Mosses grow on every continent on Earth and have the highest radiation tolerance of any plant. Their small size, low maintenance, ability to absorb water from the air, and tolerance of harsh conditions make them suitable for spaceflight. NASA chose the Antarctic moss because that continent receives high levels of radiation from the Sun.

=== Exposing materials to space ===
The Euro Material Ageing investigation from the European Space Agency includes two experiments studying how certain materials age while exposed to space. The first experiment, developed by Centre National d'Études Spatiales, includes materials selected from 15 European entities. The second experiment looks at organic samples and their stability or degradation when exposed to ultraviolet radiation not filtered by Earth's atmosphere.

Predicting the behavior and lifespan of materials used in space can be difficult because facilities on the ground cannot simultaneously test for all aspects of the space environment. The exposed samples are recovered and returned to Earth.

=== Repairing spacecraft from the inside ===
Nanolab Astrobeat investigates using cold welding to repair perforations in the outer shell or hull of a spacecraft from the inside. Less force is needed to fuse metallic materials in space than on Earth, and cold welding could be an effective way to repair spacecraft.

Some micrometeoroids and space debris traveling at high velocities could perforate the outer surfaces of spacecraft, possibly jeopardizing mission success or crew safety. The ability to repair impact damage from inside a spacecraft may be more efficient and safer for crew members. Results also could improve applications of cold welding on Earth as well.

== ISS reboost ==
CRS-31 was the first Dragon to perform an ISS "reboost". On 8 November 2024 at 17:50 UTC, fired its aft-facing Draco thrusters at 0.3 m/s for 12.5 minutes adjusting the station’s orbit by 0.07 mi at apogee and 0.7 mi at perigee. Periodic reboosts counteract atmospheric drag on the station. The American Cygnus and Russian Progress cargo spacecraft also regularly perform reboosts during missions to the ISS.

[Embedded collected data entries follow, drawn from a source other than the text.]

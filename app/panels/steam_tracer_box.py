"""The Segment Card's steam tracer section: steam tube tracers laid along the pipe.

On/off, the steam pressure (absolute), the number of tubes, their outside diameter and how they
touch the pipe (bare, or bedded in heat-transfer cement). Every entry goes through the card's one
edit/refuse path. Turning the tracer off and on again gives back the settings it had. A jacket or
a fixed wall already sets what is outside the pipe, so with either the section is switched off
and says why (switching to one of them removes a tracer in the same undo step; see
:mod:`app.panels.surroundings_box`).
"""

from __future__ import annotations

from PySide6.QtWidgets import QCheckBox, QGroupBox, QSpinBox

from app import units
from app.panels.editing import EditorPanel, error_hint, hint, section_form, set_combo_data
from app.widgets.elided import ElidedComboBox
from solver import steam
from solver.model import SteamTracer

#: SteamTracer.contact -> the words in the combo
CONTACT_CHOICES: dict[str, str] = {
    "bare": "Bare, wired to the pipe",
    "cement": "Bedded in heat-transfer cement",
}

#: surroundings that leave no place for a tracer -> why, in the section's note
NO_TRACER_BECAUSE: dict[str, str] = {
    "jacket": "Not with a jacket: the jacket medium already sets what is outside the pipe. "
              "Choose other surroundings to trace this segment with steam.",
    "fixed_wall": "Not with a fixed wall: the wall temperature, or the steam on the wall, already heats "
                  "the pipe. Choose other surroundings to trace this segment with steam.",
}

TRACER_HINT = ("Saturated steam in tubes along the pipe, under the insulation. The heat they give "
               "depends on the pipe temperature; heat-transfer cement passes about ten times what a bare "
               "tube does.")


def contact_text(tracer: SteamTracer, system: str) -> str:
    """What one tube passes to the pipe as laid, and where the figure comes from."""
    c = steam.tracer_conductance_W_per_mK(tracer.contact, tracer.tube_outer_diameter_m)
    return (f"Each tube passes about {units.format_value(c, 'conductivity', system, 2)} to the pipe "
            "(published tracing-design value, from memory).")
MAX_TUBES = next(m.le for m in SteamTracer.model_fields["count"].metadata if hasattr(m, "le"))  # the model's limit


class SteamTracerBox(QGroupBox):
    """The 'Steam tracer' group of the Segment Card."""

    def __init__(self, editor: EditorPanel):
        super().__init__("Steam tracer")
        self.editor = editor
        self._memory: dict = {}  # (alternative, segment, name) -> the tracer it had when turned off
        form = section_form(self)
        self.form = form
        self.on_check = QCheckBox("Traced with steam tubes")
        self.on_check.clicked.connect(self.on_toggle)
        form.addRow(self.on_check)
        self.pressure_edit = editor.quantity_edit("pressure", "Tracer steam pressure",
                                                  "steam_tracer.steam_pressure_Pa")
        form.addRow("Steam pressure", self.pressure_edit)
        self.count_spin = QSpinBox()
        self.count_spin.setRange(1, MAX_TUBES)
        self.count_spin.setKeyboardTracking(False)  # one edit per finished entry, not per digit
        self.count_spin.setToolTip(f"Tracer tubes along the pipe, 1 to {MAX_TUBES}")
        self.count_spin.valueChanged.connect(self.on_count)
        form.addRow("Number of tubes", self.count_spin)
        self.diameter_edit = editor.quantity_edit("diameter", "Tracer tube outside diameter",
                                                  "steam_tracer.tube_outer_diameter_m")
        self.diameter_edit.line_edit.setToolTip("Outside diameter of one tracer tube; 3/8 in, 1/2 in and "
                                                "5/8 in are common (type e.g. 1/2 in as 0.5 in).")
        form.addRow("Tube outside diameter", self.diameter_edit)
        self.contact_combo = ElidedComboBox()  # shortened with '…' in a narrow dock, whole in the tooltip
        for key, text in CONTACT_CHOICES.items():
            self.contact_combo.addItem(text, key)
        self.contact_combo.activated.connect(self.on_contact)
        form.addRow("Contact", self.contact_combo)
        self.note = hint(TRACER_HINT)
        form.addRow(self.note)
        self.error = error_hint()
        form.addRow(self.error)
        self._fields = (self.pressure_edit, self.count_spin, self.diameter_edit, self.contact_combo)

    # ------------------------------------------------------------------ model -> widgets

    def show_segment(self, seg) -> None:
        tracer = seg.steam_tracer
        refused_by = NO_TRACER_BECAUSE.get(seg.surroundings.kind)
        self.on_check.setChecked(tracer is not None)
        self.on_check.setEnabled(refused_by is None)
        for w in self._fields:
            self.form.setRowVisible(w, tracer is not None)
        self.note.setText(refused_by or TRACER_HINT + ("" if tracer is None else
                                                       " " + contact_text(tracer, self.editor.doc.unit_system)))
        self.note.setVisible(refused_by is not None or tracer is not None)
        self.error.hide()
        if tracer is None:
            return
        self.pressure_edit.set_value(tracer.steam_pressure_Pa)
        self.count_spin.blockSignals(True)
        self.count_spin.setValue(tracer.count)
        self.count_spin.blockSignals(False)
        self.diameter_edit.set_value(tracer.tube_outer_diameter_m)
        set_combo_data(self.contact_combo, tracer.contact)

    # ------------------------------------------------------------------ widgets -> commands

    def _key(self, seg) -> tuple:
        doc = self.editor.doc
        return (doc.current_index, doc.selected_segment, seg.name)

    def on_toggle(self, checked: bool) -> None:
        seg = self.editor.doc.selected
        if seg is None or self.editor.loading or checked == (seg.steam_tracer is not None):
            return
        if checked:
            tracer = self._memory.get(self._key(seg)) or SteamTracer().model_dump()
            text = f"Trace '{seg.name}' with steam"
        else:
            self._memory[self._key(seg)] = seg.steam_tracer.model_dump()  # turning it on again restores it
            tracer = None
            text = f"Remove the steam tracer of '{seg.name}'"
        if not self.editor.set_fields({"steam_tracer": tracer}, text=text, error_label=self.error):
            self.on_check.setChecked(seg.steam_tracer is not None)  # the model refused: show what it holds

    def on_count(self, count: int) -> None:
        seg = self.editor.doc.selected
        if seg is None or seg.steam_tracer is None or self.editor.loading:
            return
        if not self.editor.set_fields({"steam_tracer.count": count}, error_label=self.error):
            self.count_spin.blockSignals(True)
            self.count_spin.setValue(seg.steam_tracer.count)
            self.count_spin.blockSignals(False)

    def on_contact(self, _index: int) -> None:
        seg = self.editor.doc.selected
        if seg is None or seg.steam_tracer is None:
            return
        key = self.contact_combo.currentData()
        if not self.editor.set_fields({"steam_tracer.contact": key},
                                      text=f"Steam tracer of '{seg.name}': {CONTACT_CHOICES[key].lower()}",
                                      error_label=self.error):
            set_combo_data(self.contact_combo, seg.steam_tracer.contact)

This reboost test will aid in developing the SpaceX United States Deorbit Vehicle as changes in orbit, trajectory and velocity will be carefully observed. NASA is also believed to be testing its ability to maneuver the station with just Cygnus and Dragon spacecraft in the event that the Russian Orbital Segment, which historically has handled reboosting and maneuvering the station, is abandoned or separated from the US Orbital Segment.